# 2021 Xplor X18P



## permitchaser (Aug 26, 2013)

Yea don't forget that power pole


----------



## formerWAflyfisher (Sep 5, 2008)

Great looking skiff.


----------



## tigerfly (Apr 4, 2019)

Can’t wait to see more of it


----------



## jboriol (Jan 2, 2010)

Pick her up Monday 😍

More pics to come...
sneak peak on Xplor’s Insta page...








Xplor Boatworks on Instagram: "New X18P headed to Florida to our good friend @jboriol ! Love how this one turned out!"
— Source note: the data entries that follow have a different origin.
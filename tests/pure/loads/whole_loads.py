"""Loads of the invented aircraft that between them have everything a load may have, each read and assessed.

What each of them makes is agreed upon line by line in `agreed_texts/`.
"""

from collections.abc import Callable
from dataclasses import replace
from datetime import UTC, datetime
from typing import Any

from fleet.basis import FixedItem
from fleet.basis_reading import read_basis
from fleet.curtailment import Inset
from fleet.empty_weight_reading import read_empty_weight
from fleet.standard_weights_reading import read_standard_weights
from fleet.stations import Rail, Setting
from loads.balance.assess import assess
from loads.balance.circumstances import Applied, Circumstances, WeighingDue
from loads.balance.declared import read_load
from loads.balance.outline import read_outline
from loads.balance.result import Result
from tests.pure.fleet.documents import basis_document, empty_weight_document
from tests.pure.fleet.everything import everything
from tests.pure.loads.accepted_loads import helicopter_load, turboprop_load, twin_load
from tests.pure.loads.accepted_loads import item as bags
from tests.pure.loads.accepted_loads import person as rider
from tests.pure.loads.cases.test_curtailment import margin
from tests.pure.loads.cases.test_floor import crate, hold, loaded, per_area, per_length, sides
from tests.pure.loads.cases.test_hoist import CRATE, FOUND
from tests.pure.loads.cases.test_loads_that_leave_or_move import event
from tests.pure.loads.cases.test_sling_load import RELEASE, SLUNG, hook_basis
from tests.pure.loads.making import SOURCE, F, limit, load, result_of, tank, twin, twin_empty, with_limits
from tests.pure.loads.round_figures import box, flown, q, round_basis, round_load
from tests.pure.loads.standards import eu_document, seasonal_document, standard
from tests.pure.loads.test_presented import BOTH
from tests.pure.loads.test_sequencing import GEAR


def sound() -> Result:
    return result_of()


def no_empty_weight() -> Result:
    return result_of(empty=None)


def no_basis() -> Result:
    return assess(read_outline(load()), None, None)


def much_aboard() -> Result:
    """Infant and restraint, equipment taken out, estimates, fuel that cannot be used, other units."""
    document = load(persons_on_board=6)
    document["crew"].append(
        {"name": "J. Sorrel", "position": "second pilot", "seat": "COCKPIT-R", "weight": q(70, "kg")}
        | {"how": "declared", "category": "adult"}
    )
    document["passengers"].append(
        {"name": "T. Havel", "seat": "ROW2-R", "category": "child", "weight": q(66), "how": "estimated"}
        | {"restraint": q(12)}
    )
    document["items"] += [
        {"kind": "equipment", "what": "bench", "place": "WING-LOCKER", "weight": q(35), "how": "weighed"}
        | {"removed": True},
        {"kind": "ballast", "what": "shot bags", "place": "NOSE-HOLD", "weight": q(50), "how": "estimated"},
    ]
    document["fuel"]["not_usable"] = {"LEFT-AUX": q(2, "US gal"), "RIGHT-MAIN": q(10, "l")}
    document["fuel"]["taxi"] = q(4, "US gal")
    return result_of(document)


def a_weight_nobody_knows() -> Result:
    document = load()
    document["passengers"][0] |= {"category": "adult", "how": "standard"}
    del document["passengers"][0]["weight"]
    document["items"][0] |= {"how": "standard"}
    del document["items"][0]["weight"]
    return result_of(document)


def beyond_every_limit() -> Result:
    """Every greatest weight is exceeded, a stated one, too, and more fuel is wanted than there is."""
    weights = {"ramp": 5700, "take_off": 5700, "zero_fuel": 5000, "landing": 5300, "minimum_flying": 5400}
    document = load()
    document["limits"] = [
        {"at": "landing", "weight": q(5200), "source": "runway 04 wet", "kind": "field length"}
    ]
    document["fuel"]["minimum_at_landing"] = q(400)
    document["passengers"][0]["weight"] = q(310)
    document["items"][0]["weight"] = q(301)
    return result_of(document, with_limits(**weights))


def limits_not_entered() -> Result:
    """No limit of weight but shown to be none, no lateral limits, an envelope for the take-off alone."""
    basis = with_limits(ramp=None, take_off=6800)
    seats = tuple(replace(one, maximum=None) if one.id == "ROW1-L" else one for one in basis.seats)
    places = tuple(replace(one, maximum=None) if one.id == "AFT-HOLD" else one for one in basis.places)
    only = (replace(basis.envelopes[0], phases=("take-off",)),)
    basis = replace(basis, seats=seats, places=places, envelopes=only, lateral_limits_entered=False, zones=())
    return result_of(basis=basis)


def outside_forward_and_aft() -> Result:
    """Two envelopes, both of which hold; the load lies outside each, and too far left."""
    across = box(-2, "0.1", 4000, 6800, axis="lateral")
    forward, aft = box(119, 128, 4000, 6800), box(110, 118, 4000, 5000)
    return result_of(basis=replace(twin(), envelopes=(forward, aft, across)))


def with_margins_and_moments_shown() -> Result:
    margins = (
        margin(aft=Inset(moment=F("23041.9")), forward=Inset(arm=F(1))),
        margin("FUEL", "fuel use", ("take-off", "landing"), forward=Inset(moment=F(30_000))),
    )
    return result_of(basis=replace(twin(), curtailments=margins, presentation=BOTH))


def with_everything() -> Result:
    """The demonstration twin with one of everything its basis may state, in the utility category."""
    basis = read_basis(everything())
    document = twin_load(
        configuration=basis.configurations[0].id,
        certification_category="utility",
        conditions=["NET"],
        seat_settings=[{"seat": "ROW1-L", "setting": "5"}],
    )
    document["limits"][0]["kind"] = "climb"
    return assess(read_load(document, basis), basis, read_empty_weight(empty_weight_document("twin"), basis))


def demonstration(kind: str, document: dict[str, Any]) -> Result:
    basis = read_basis(basis_document(kind))
    return assess(read_load(document, basis), basis, read_empty_weight(empty_weight_document(kind), basis))


def full_turboprop() -> Result:
    return demonstration("turboprop", turboprop_load())


def helicopter() -> Result:
    return demonstration("helicopter", helicopter_load())


def heavy_helicopter() -> Result:
    document = helicopter_load(persons_on_board=3)
    document["passengers"] = [
        rider("A. Quist", "REAR-L", "122", "kg"),
        rider("B. Quist", "REAR-R", "44", "kg"),
    ]
    document["items"] = [bags("mast parts", "AFT-HOLD", q(80, "kg"), kind="cargo")]
    return demonstration("helicopter", document)


def seats_on_rails() -> Result:
    rail = Rail(F(118), F(130), (Setting("3", F(121)), Setting("7", F(127))), SOURCE)
    seats = tuple(replace(one, rail=rail) if one.id.startswith("ROW1") else one for one in twin().seats)
    return result_of(load(seat_settings=[{"seat": "ROW1-R", "setting": "7"}]), replace(twin(), seats=seats))


def standard_weights() -> Result:
    document = load(persons_on_board=5)
    document["passengers"] = [
        standard("A. Lund", "ROW1-L", "adult", lap_infant={"name": "B. Lund"}),
        standard("C. Lund", "ROW1-R", "child"),
        {"name": "D. Lund", "seat": "ROW2-L", "weight": q(176), "how": "declared"},
    ]
    basis = twin()
    table = read_standard_weights(seasonal_document())
    return assess(read_load(document, basis, table), basis, twin_empty())


def declared_with_additions() -> Result:
    basis = twin()
    table = read_standard_weights(eu_document())
    return assess(read_load(load(), basis, table), basis, twin_empty())


def circumstances() -> Result:
    """A restriction and a permit hold, one of them names what the basis has not; the weighing is overdue."""
    since = datetime(2026, 11, 30, tzinfo=UTC)
    applied = (
        Applied(
            "restriction", "DD-14", "seat torn", "", ("Row 2 r is blocked.",),
            since, None, "MEL rev 7 p. 25-3",
        ),
        Applied(
            "permit", "SFP-88", "ferry", "Civil Aviation Office, Nalden", ("Take-off up to 7480 lb.",),
            since, datetime(2026, 12, 3, tzinfo=UTC), "Permit SFP-88 p. 1",
        ),
    )  # fmt: skip
    due = WeighingDue("2023-05-02", "2026-05-01", True, "weighed at least every 36 months", "Rule 7 p. 2")
    about = Circumstances("company rule 4", applied, ("DD-14 names NOSE-POD",), due)
    document = load()
    document["passengers"][0]["how"] = "estimated"
    return assess(replace(read_load(document, twin()), circumstances=about), twin(), twin_empty())


def fixed_equipment() -> Result:
    fixed = (FixedItem("stretcher", F(44), F(150), F(-10)),)
    oil = (FixedItem("life vests", F(9), F(130), F(0)),)
    made = replace(twin().configurations[0], equipment=fixed, operating_items=oil)
    return result_of(basis=replace(twin(), configurations=(made,)))


def floors() -> Result:
    """A crate on its feet, one on a spreader, one with nothing under it, and one that needs nothing."""
    basis = hold(per_area(50), per_length(60), length=F(40), free_up_to=F(10), free_kinds=("baggage",))
    spread = {"weight": q(9), **sides(24, 30)}
    return result_of(
        loaded(
            crate(80, sides(4, 4, feet_lengthwise=2, feet_widthwise=2)),
            crate(60, sides(10, 12), what="drum", spreader=spread, net={"weight": q(2)}),
            crate(40, what="case"),
            crate(8, what="kit"),
            crate(20, what="bag", kind="baggage"),
            crate(30, sides(20, 10, "across"), what="mast", pallet={"weight": q(5)}),
        ),
        basis,
    )


def floor_side_by_side() -> Result:
    basis = hold(None, per_length(60), length=F(40))
    return result_of(loaded(crate(100, sides(24, 10)), crate(90, sides(24, 10), what="drum")), basis)


def floor_without_limit() -> Result:
    basis = hold(per_area(None), None)
    return result_of(loaded(crate(100, sides(24, 10)), crate(9, what="drum", how="estimated")), basis)


def events_of_every_kind() -> Result:
    """Taxiing: a move. In flight: a transfer, the gear, half a drop, somebody jumps, somebody is taken up."""
    tanks = (tank("MAIN", 100, 100), tank("AUX", 120, 20, 30))
    basis = round_basis(tanks=tanks, positions=(GEAR,), presentation=BOTH)
    jumper = FOUND | {
        "lap_infant": {"name": "B. Brisk", "weight": q(18), "how": "weighed"},
        "restraint": q(7),
    }
    moves = [{"seat": "S1", "to": "DOOR"}, {"place": "HOLD", "what": "bag", "to": "HOOK"}]
    run = [
        event(6, since="engine start", move=moves),
        event(0, position={"GEAR": "UP"}),
        event(12, transfer={"from": "AUX", "to": "MAIN", "quantity": q(5, "US gal")}),
        event(30, leave=[{"place": "HOLD", "what": "bag", "weight": q("12.5")}, {"seat": "S1"}]),
        event(60, come_aboard=[jumper, CRATE | {"pallet": {"weight": q(20)}}]),
        event(90, leave=[{"seat": "S2"}, {"place": "HOLD", "what": "crate"}]),
        event(100, position={"GEAR": "DOWN"}),
    ]  # fmt: skip
    document = round_load(
        1,
        items=[("bag", "HOLD", 30), ("box", "DOOR", 20)],
        start={"MAIN": q(60, "US gal"), "AUX": q(10, "US gal")},
        fuel={"taxi": q(12), "not_usable": {"AUX": q(1, "US gal")}},
        sequence=run,
    )
    return flown(document, basis)


def events_one_of_them_unknown() -> Result:
    came = {"name": "T. Brisk", "seat": "S2", "category": "adult", "how": "standard"}
    return flown(
        round_load(
            1, sequence=[event(30, move=[{"seat": "S1", "to": "DOOR"}]), event(60, come_aboard=[came])]
        )
    )


def too_full_in_flight() -> Result:
    """Taken up: too much for the hold and for the landing; the box is outside then."""
    run = [event(60, come_aboard=[FOUND, CRATE | {"weight": q(700)}])]
    basis = round_basis(box(95, 104), weights={"take_off": 2600, "landing": 2600, "zero_fuel": 2500})
    places = tuple(replace(one, maximum=limit(500)) if one.id == "HOLD" else one for one in basis.places)
    return flown(round_load(sequence=run), replace(basis, places=places))


def on_the_hook() -> Result:
    document = round_load(sequence=[event(60, leave=[RELEASE])]) | {"items": [SLUNG]}
    return flown(document, hook_basis())


def picked_up_and_too_heavy() -> Result:
    heavy = SLUNG | {"weight": q(600)}
    return flown(round_load(sequence=[event(60, come_aboard=[heavy])]), hook_basis())


WHOLE: tuple[Callable[[], Result], ...] = (
    sound, no_empty_weight, no_basis, much_aboard, a_weight_nobody_knows, beyond_every_limit,
    limits_not_entered, outside_forward_and_aft, with_margins_and_moments_shown, with_everything,
    full_turboprop, helicopter, heavy_helicopter, seats_on_rails, standard_weights,
    declared_with_additions, circumstances, fixed_equipment, floors, floor_side_by_side,
    floor_without_limit, events_of_every_kind, events_one_of_them_unknown, too_full_in_flight,
    on_the_hook, picked_up_and_too_heavy,
)  # fmt: skip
Xplor Boatworks shared a post on Instagram: "New X18P headed to Florida to our good friend @jboriol ! Love how this one turned out!". Follow their account to see 1010 posts.




www.instagram.com


----------



## jboriol (Jan 2, 2010)

jboriol said:


> Pick her up Monday 😍
> 
> More pics to come...
> sneak peak on Xplor’s Insta page...
> ...


Picked her up today. Didn’t get a chance to get it out yet. Have some Seadek getting templated tomorrow for undergunnel pads. Overall very pleased with the color combo and overall setup.


----------



## GitFishin (May 10, 2019)

That is one fine sled! Jealous


----------



## Jsromeo288 (Jan 29, 2015)

What a gorgeous skiff!!! Congratulations! Love that bucket mount on the poling platform!


----------



## Flycastangler (Apr 11, 2021)

Sick!


----------



## bryson (Jun 22, 2015)

Congrats -- looks good! I like the gray.


----------



## Sublime (Oct 9, 2015)

Looks great.


----------



## nsbkiter (Apr 24, 2016)

Good luck w/ it! Dig that bucket mount too!


----------



## jboriol (Jan 2, 2010)

Thanks 🙏 everyone


----------



## GitFishin (May 10, 2019)

Would love to know real world draft once you splash her


----------



## jboriol (Jan 2, 2010)

GitFishin said:


> Would love to know real world draft once you splash her


Maiden voyage yesterday and poled around a little. Had wife, teenage son and mid-size dog, almost full fuel tank, and beach gear and we were drafting about 7”.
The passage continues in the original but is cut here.